Saved data entries:
○ ○ ○ ○
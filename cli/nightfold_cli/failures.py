"""Errors, as a line for people and an exit code for scripts."""

from __future__ import annotations

import nightfold.errors as errors

USAGE, NOT_FOUND, NEEDS_UPGRADE, REFUSED, BROKEN = 2, 3, 4, 5, 70

_CODES: tuple[tuple[type[Exception], int], ...] = (
    (errors.StoreOutdated, NEEDS_UPGRADE),
    (errors.StoreTooNew, NEEDS_UPGRADE),
    (errors.StoreMissing, NOT_FOUND),
    (errors.NotFound, NOT_FOUND),
    (errors.ChoiceNeeded, USAGE),
    (errors.FitError, USAGE),
    (errors.NightfoldError, REFUSED),
)


class UsageError(Exception):
    """A command was asked for something that it cannot do; found after its arguments were parsed."""


def explain(error: Exception) -> tuple[str, int]:
    """Return what to say about an error, and the exit code.

    Our own errors speak for themselves. Of the system's we name file and reason. What is left is a fault of
    the program, and says so.
    """
    if isinstance(error, UsageError):
        return str(error), USAGE
    for kind, code in _CODES:
        if isinstance(error, kind):
            return _sentence(error), code
    if isinstance(error, FileNotFoundError):
        return _system(error), NOT_FOUND
    if isinstance(error, OSError):
        return _system(error), REFUSED
    first = str(error).partition("\n")[0]
    return (
        f"this is a fault of nightfold itself ({type(error).__name__}: {first}); "
        "the same command with --debug shows where",
        BROKEN,
    )


def _sentence(error: Exception) -> str:
    """Return the message of one of our errors; those that are lookup errors too must not be quoted."""
    text = str(error.args[0]) if error.args else type(error).__name__
    return "; ".join(part.strip() for part in text.split("\n") if part.strip())


def _system(error: OSError) -> str:
    """Return file and reason of an error of the system."""
    reason = error.strerror or str(error)
    return f"{error.filename}: {reason}" if error.filename else reason
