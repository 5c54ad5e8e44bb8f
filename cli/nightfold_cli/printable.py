"""Text from records, made safe to print.

Labels, notes and names come from anywhere. Control characters could move the cursor or break a line of a
table in two, so they are shown as escapes.
"""

from __future__ import annotations

import shutil
import unicodedata
from typing import TextIO

_JOINER = "\u200d"  # holds emoji together, harmless


def printable(text: object) -> str:
    r"""Return the text with control characters, line breaks and bidirectional marks shown as escapes.

    Examples
    --------
    >>> printable("loss\tcoarse\x1b[2J")
    'loss\\tcoarse\\x1b[2J'
    """
    whole = str(text)
    if whole.isprintable():
        return whole
    return "".join(_shown(character) for character in whole)


def paragraph(text: str, width: int, first: str = "", rest: str = "") -> list[str]:
    """Return a text as lines of at most so many characters, the first with one indent, the rest with another."""
    lines = []
    for part in text.split("\n"):
        begun = max(1, width - cell_width(first))
        body = wrap(printable(part).strip(" "), max(1, width - cell_width(rest)), begun)
        lines += [(first + body[0]).rstrip(), *((rest + line).rstrip() for line in body[1:])]
    return lines


def cell_width(text: str) -> int:
    """Return how many cells of a terminal a text takes: two for wide characters, none for combining ones."""
    if text.isascii():
        return len(text)
    return sum(_character_width(character) for character in text)


def wrap(text: str, width: int, first: int | None = None) -> list[str]:
    """Return a text in lines of at most so many cells, broken between words, or within one that is too long.

    Parameters
    ----------
    text : str
        Without line breaks.
    width : int
        Room in a line.
    first : int, optional
        Room in the first line, where it differs.
    """
    lines: list[str] = []
    line, room = "", width if first is None else first
    for word in text.split(" "):
        joined = f"{line} {word}" if line else word
        if cell_width(joined) <= room:
            line = joined
            continue
        if line:
            lines.append(line)
            room = width
        while cell_width(word) > room:
            lines.append(_cut(word, room))
            word = word[len(lines[-1]) :]
            room = width
        line = word
    return [*lines, line]


def say(text: str, stream: TextIO) -> None:
    """Say something that is not the answer: on one line in a pipe, wrapped on a terminal."""
    whole = f"nightfold: {printable(text)}"
    if stream.isatty():
        whole = "\n".join(paragraph(whole, shutil.get_terminal_size().columns, rest="  "))
    stream.write(whole + "\n")


def _character_width(character: str) -> int:
    """Return how many cells one character takes."""
    if unicodedata.combining(character) or character in "\u200d\ufe0e\ufe0f":
        return 0
    return 2 if unicodedata.east_asian_width(character) in "WF" else 1


def _cut(word: str, width: int) -> str:
    """Return the beginning of a word that fits; one character at least."""
    end = 1
    while end < len(word) and cell_width(word[: end + 1]) <= width:
        end += 1
    return word[:end]


def _shown(character: str) -> str:
    """Return one character, or its escape."""
    if character.isprintable() or character == _JOINER:
        return character
    if unicodedata.category(character) == "Zs":
        return " "
    return character.encode("unicode_escape").decode("ascii")
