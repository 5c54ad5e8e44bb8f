"""A grid of characters to draw on, with braille dots for fine lines and plain characters for the rest.

A braille character holds two by four dots, so a curve drawn with it is eight times finer than the grid;
marks of data are whole characters and lie on top. Where the output cannot show braille, everything is ASCII.
"""

from __future__ import annotations

from dataclasses import dataclass
from itertools import groupby
from typing import Literal

Role = Literal["axis", "curve", "data", "label", "plain"]
Line = list[tuple[str, Role]]

_DOTS = ((0x01, 0x08), (0x02, 0x10), (0x04, 0x20), (0x40, 0x80))
_BRAILLE = 0x2800


@dataclass(frozen=True, slots=True)
class Glyphs:
    """The characters a chart is made of."""

    mark: str
    flagged: str
    bar: str
    vertical: str
    tick: str
    horizontal: str
    below: str
    corner: str
    zero: str
    shades: str
    marks: str
    bars: str


UNICODE = Glyphs("●", "×", "│", "│", "┤", "─", "┬", "└", "┈", " ░▒▓█", "●○▲△", "│╎│╎")
ASCII = Glyphs("o", "x", "|", "|", "+", "-", "+", "+", "-", " .:+#", "o*#@", "|:|:")
MOST_SERIES = len(UNICODE.marks)
"""Series of points that a chart can tell apart by their marks."""


class Canvas:
    """Characters and dots on a grid of cells; row 0 is at the top.

    Parameters
    ----------
    width, height : int
        Size in cells.
    fine : bool
        Whether lines may be drawn with braille dots.
    """

    def __init__(self, width: int, height: int, *, fine: bool) -> None:
        self.width, self.height, self.fine = width, height, fine
        self._dots: dict[tuple[int, int], int] = {}
        self._marks: dict[tuple[int, int], tuple[str, Role]] = {}

    @property
    def dots_across(self) -> int:
        """Return how many dots fit into the width."""
        return self.width * 2 if self.fine else self.width

    @property
    def dots_down(self) -> int:
        """Return how many dots fit into the height."""
        return self.height * 4 if self.fine else self.height

    def dot(self, across: int, down: int) -> None:
        """Set one dot, counted in dots from the top left; outside the canvas nothing happens."""
        if not (0 <= across < self.dots_across and 0 <= down < self.dots_down):
            return
        if not self.fine:
            self._dots[across, down] = 1
            return
        cell = (across // 2, down // 4)
        self._dots[cell] = self._dots.get(cell, 0) | _DOTS[down % 4][across % 2]

    def put(self, column: int, row: int, character: str, role: Role) -> None:
        """Put a character into a cell, on top of dots and of what was there."""
        if 0 <= column < self.width and 0 <= row < self.height:
            self._marks[column, row] = (character, role)

    def free(self, column: int, row: int) -> bool:
        """Return whether a cell holds no mark."""
        return (column, row) not in self._marks

    def line(self, row: int) -> Line:
        """Return one row as runs of text with one role each."""
        cells = [self._cell(column, row) for column in range(self.width)]
        return [("".join(text for text, _ in run), role) for role, run in groupby(cells, key=lambda c: c[1])]

    def _cell(self, column: int, row: int) -> tuple[str, Role]:
        """Return the character of one cell and its role."""
        if (column, row) in self._marks:
            return self._marks[column, row]
        pattern = self._dots.get((column, row), 0)
        if not pattern:
            return (" ", "plain")
        return (chr(_BRAILLE + pattern) if self.fine else ".", "curve")
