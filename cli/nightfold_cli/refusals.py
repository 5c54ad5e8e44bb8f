"""What was refused, a line for each reason: ``shots.csv: lines 219-268 (50): …``."""

from __future__ import annotations

from collections.abc import Iterable, Mapping, Sequence
from typing import Any

_RANGES = 6


def summarise(refused: Iterable[Mapping[str, Any]]) -> list[str]:
    """Return a line for each file and reason, in the order in which they were met.

    Parameters
    ----------
    refused : iterable of mappings
        With ``source``, ``line`` (None for a whole file) and ``reason``.
    """
    groups: dict[tuple[str, str], list[int | None]] = {}
    for item in refused:
        groups.setdefault((item["source"], item["reason"]), []).append(item["line"])
    return [_line(source, reason, lines) for (source, reason), lines in groups.items()]


def _line(source: str, reason: str, lines: Sequence[int | None]) -> str:
    """Return the line of one reason."""
    known = sorted({line for line in lines if line is not None})
    if not known:
        return reason
    if len(known) == 1:
        return f"refused {source}:{known[0]}: {reason}"
    return f"refused {source}: lines {ranges(known)} ({len(known)}): {reason}"


def ranges(numbers: Sequence[int]) -> str:
    """Return rising whole numbers as ranges.

    Examples
    --------
    >>> ranges([3, 7, 8, 9])
    '3, 7-9'
    """
    runs: list[list[int]] = []
    for number in numbers:
        if runs and number == runs[-1][1] + 1:
            runs[-1][1] = number
        else:
            runs.append([number, number])
    texts = [str(first) if first == last else f"{first}-{last}" for first, last in runs[:_RANGES]]
    return ", ".join(texts) + (" …" if len(runs) > _RANGES else "")
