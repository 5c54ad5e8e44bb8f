"""One machine under two names: all that is stored under the one becomes the other's."""
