"""Round numbers along an axis, and their labels."""

from __future__ import annotations

import math
from collections.abc import Iterator
from dataclasses import dataclass

_LONGEST = 8


@dataclass(frozen=True, slots=True)
class Ticks:
    """Tick positions of one axis.

    Attributes
    ----------
    positions : tuple of float
        Where the ticks stand, rising.
    labels : tuple of str
        What is written there, after `offset` is taken away and `exponent` taken out.
    offset : str
        The number taken away from every label, as text; empty for none.
    exponent : int
        The power of ten taken out of every label.
    """

    positions: tuple[float, ...]
    labels: tuple[str, ...]
    offset: str
    exponent: int

    def title(self, name: str, unit: str) -> str:
        """Return the axis title, which says what was done to the labels: ``atom_number (1e3 atoms)``."""
        scale = " ".join(part for part in (f"1e{self.exponent}" if self.exponent else "", unit) if part)
        shown = f"{name} ({scale})" if scale else name
        return f"{shown}, counted from {self.offset} {unit}".rstrip() if self.offset else shown


def ticks_between(low: float, high: float, most: int) -> Ticks:
    """Return at most so many ticks at round numbers between two finite ends, low < high."""
    step = next(step for step in _steps((high - low) / (most + 1)) if _count(low, high, step) <= most)
    first, last = _first(low, step), _last(high, step)
    positions = tuple(index * step for index in range(first, last + 1))
    largest = max((abs(position) for position in positions), default=0.0)
    exponent = _engineering(largest)
    offset = 0
    if _width(largest, step, exponent) > _LONGEST:
        offset, exponent = first, _engineering((last - first) * step)
    decimals = max(0, exponent - math.floor(math.log10(step) + 1e-9))
    labels = tuple(_label((index - offset) * step, exponent, decimals) for index in range(first, last + 1))
    return Ticks(positions, labels, _exact(offset, step) if offset else "", exponent)


def _steps(least: float) -> Iterator[float]:
    """Yield 1, 2, 5 times powers of ten, rising, from just below the given step."""
    power = math.floor(math.log10(least))
    while True:
        yield from (factor * 10.0**power for factor in (1.0, 2.0, 5.0))
        power += 1


def _first(low: float, step: float) -> int:
    """Return the number of the first tick that is not below the low end."""
    return math.ceil(low / step - 1e-9)


def _last(high: float, step: float) -> int:
    """Return the number of the last tick that is not above the high end."""
    return math.floor(high / step + 1e-9)


def _count(low: float, high: float, step: float) -> int:
    """Return how many ticks lie between the ends."""
    return _last(high, step) - _first(low, step) + 1


def _engineering(largest: float) -> int:
    """Return the multiple of three to take out of numbers up to this size; 0 where they read well."""
    if largest <= 0 or 1e-2 <= largest < 1e5:
        return 0
    return 3 * math.floor(math.log10(largest) / 3)


def _width(largest: float, step: float, exponent: int) -> int:
    """Return how many digits the longest label would need."""
    digits = math.floor(math.log10(largest)) - exponent + 1 if largest > 0 else 1
    return max(1, digits) + max(0, exponent - math.floor(math.log10(step) + 1e-9))


def _label(number: float, exponent: int, decimals: int) -> str:
    """Return one label, never ``-0``."""
    text = f"{number / 10.0**exponent:.{decimals}f}"
    return text.lstrip("-") if float(text) == 0 else text


def _exact(index: int, step: float) -> str:
    """Return index * step in full, without an exponent."""
    decimals = max(0, -math.floor(math.log10(step) + 1e-9))
    return f"{index * step:.{decimals}f}"
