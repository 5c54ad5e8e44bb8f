"""Round moments along a time axis, and their labels: years, months, days, hours, minutes."""

from __future__ import annotations

from collections.abc import Callable
from datetime import UTC, datetime, timedelta
from zoneinfo import ZoneInfo

from nightfold_cli.ticks import Ticks

_SECONDS = (1, 2, 5, 10, 15, 30, 60, 120, 300, 600, 900, 1800, 3600, 7200, 10800, 21600, 43200)
_DAYS = (1, 2, 7, 14)
_MONTHS = (1, 2, 3, 6, 12, 24, 60, 120)
_DAY_S = 86400.0


def date_ticks(zone: ZoneInfo) -> Callable[[float, float, int], Ticks]:
    """Return a maker of ticks for an axis in seconds since 1970, at round local times of a zone."""

    def ticks(low: float, high: float, most: int) -> Ticks:
        most = max(1, min(most, 8))
        moments, pattern = _moments(low, high, most, zone)
        positions = tuple(moment.timestamp() for moment in moments)
        return Ticks(positions, tuple(f"{moment:{pattern}}" for moment in moments), "", 0)

    return ticks


def _moments(low: float, high: float, most: int, zone: ZoneInfo) -> tuple[list[datetime], str]:
    """Return at most so many round local moments between two ends, and how they are written."""
    first, last = (datetime.fromtimestamp(end, UTC).astimezone(zone) for end in (low, high))
    for step in _SECONDS:
        if (high - low) / step <= most:
            found = _within(_by_seconds(first, step, most), low, high)
            within_a_day = len({moment.date() for moment in (first, *found, last)}) == 1
            pattern = "%H:%M:%S" if step < 60 else "%H:%M" if within_a_day else "%m-%d %H:%M"
            return found, pattern
    for days in _DAYS:
        if (high - low) / (days * _DAY_S) <= most:
            return _within(_by_days(first, days, most), low, high), "%m-%d"
    months = next((m for m in _MONTHS if (high - low) / (m * 30.4 * _DAY_S) <= most), _MONTHS[-1])
    return _within(_by_months(first, months, most), low, high), "%Y-%m"


def _within(moments: list[datetime], low: float, high: float) -> list[datetime]:
    """Return the moments between two ends, each once (a clock put forward makes one of two)."""
    by_time = {moment.timestamp(): moment for moment in moments}
    return [moment for at, moment in by_time.items() if low <= at <= high]


def _by_seconds(first: datetime, step: int, most: int) -> list[datetime]:
    """Return moments at multiples of a step from local midnight on.

    Below an hour they follow each other in true time, through a clock change too; from an hour on they are round
    on the clock.
    """
    zone = first.tzinfo
    midnight = first.replace(hour=0, minute=0, second=0, microsecond=0, tzinfo=None)
    skipped = int((first.replace(tzinfo=None) - midnight).total_seconds()) // step
    begin = midnight + timedelta(seconds=skipped * step)
    steps = [timedelta(seconds=k * step) for k in range(most + 4)]
    if step >= 3600:
        on_the_clock = [(begin + passed).replace(tzinfo=zone) for passed in steps]
        return [moment.astimezone(UTC).astimezone(zone) for moment in on_the_clock]
    start = begin.replace(tzinfo=zone, fold=first.fold).astimezone(UTC)
    return [(start + passed).astimezone(zone) for passed in steps]


def _by_days(first: datetime, step: int, most: int) -> list[datetime]:
    """Return local midnights; those of weeks are Mondays."""
    midnight = first.replace(hour=0, minute=0, second=0, microsecond=0, tzinfo=None)
    if step % 7 == 0:
        midnight -= timedelta(days=midnight.weekday())
    return [(midnight + timedelta(days=k * step)).replace(tzinfo=first.tzinfo) for k in range(most + 3)]


def _by_months(first: datetime, step: int, most: int) -> list[datetime]:
    """Return first days of months, those of whole years Januaries."""
    begin = first.year * 12 + first.month - 1
    begin -= begin % step
    months = [begin + k * step for k in range(most + 3)]
    return [datetime(month // 12, month % 12 + 1, 1, tzinfo=first.tzinfo) for month in months]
○ ○ ○ ○
■ **WHAT YOU SHOULD DO**:
Look above for the line holding "def ranges(numbers: Sequence[int])", then set down exactly that line and every line after it up to and including the line holding "offset: str", with nothing else.

■ **WRITTEN ANSWER**:
def ranges(numbers: Sequence[int]) -> str:
    """Return rising whole numbers as ranges.

    Examples
    --------
    >>> ranges([3, 7, 8, 9])
    '3, 7-9'
    """
    runs: list[list[int]] = []
    for number in numbers:
        if runs and number == runs[-1][1] + 1:
            runs[-1][1] = number
        else:
            runs.append([number, number])
    texts = [str(first) if first == last else f"{first}-{last}" for first, last in runs[:_RANGES]]
    return ", ".join(texts) + (" …" if len(runs) > _RANGES else "")
repository 5c54ad5e8e44bb8f
"""One machine under two names: all that is stored under the one becomes the other's."""
"""Round numbers along an axis, and their labels."""

from __future__ import annotations

import math
from collections.abc import Iterator
from dataclasses import dataclass

_LONGEST = 8


@dataclass(frozen=True, slots=True)
class Ticks:
    """Tick positions of one axis.

    Attributes
    ----------
    positions : tuple of float
        Where the ticks stand, rising.
    labels : tuple of str
        What is written there, after `offset` is taken away and `exponent` taken out.
    offset : str
        The number taken away from every label, as text; empty for none.
    exponent : int
        The power of ten taken out of every label.
    """

    positions: tuple[float, ...]
    labels: tuple[str, ...]
    offset: str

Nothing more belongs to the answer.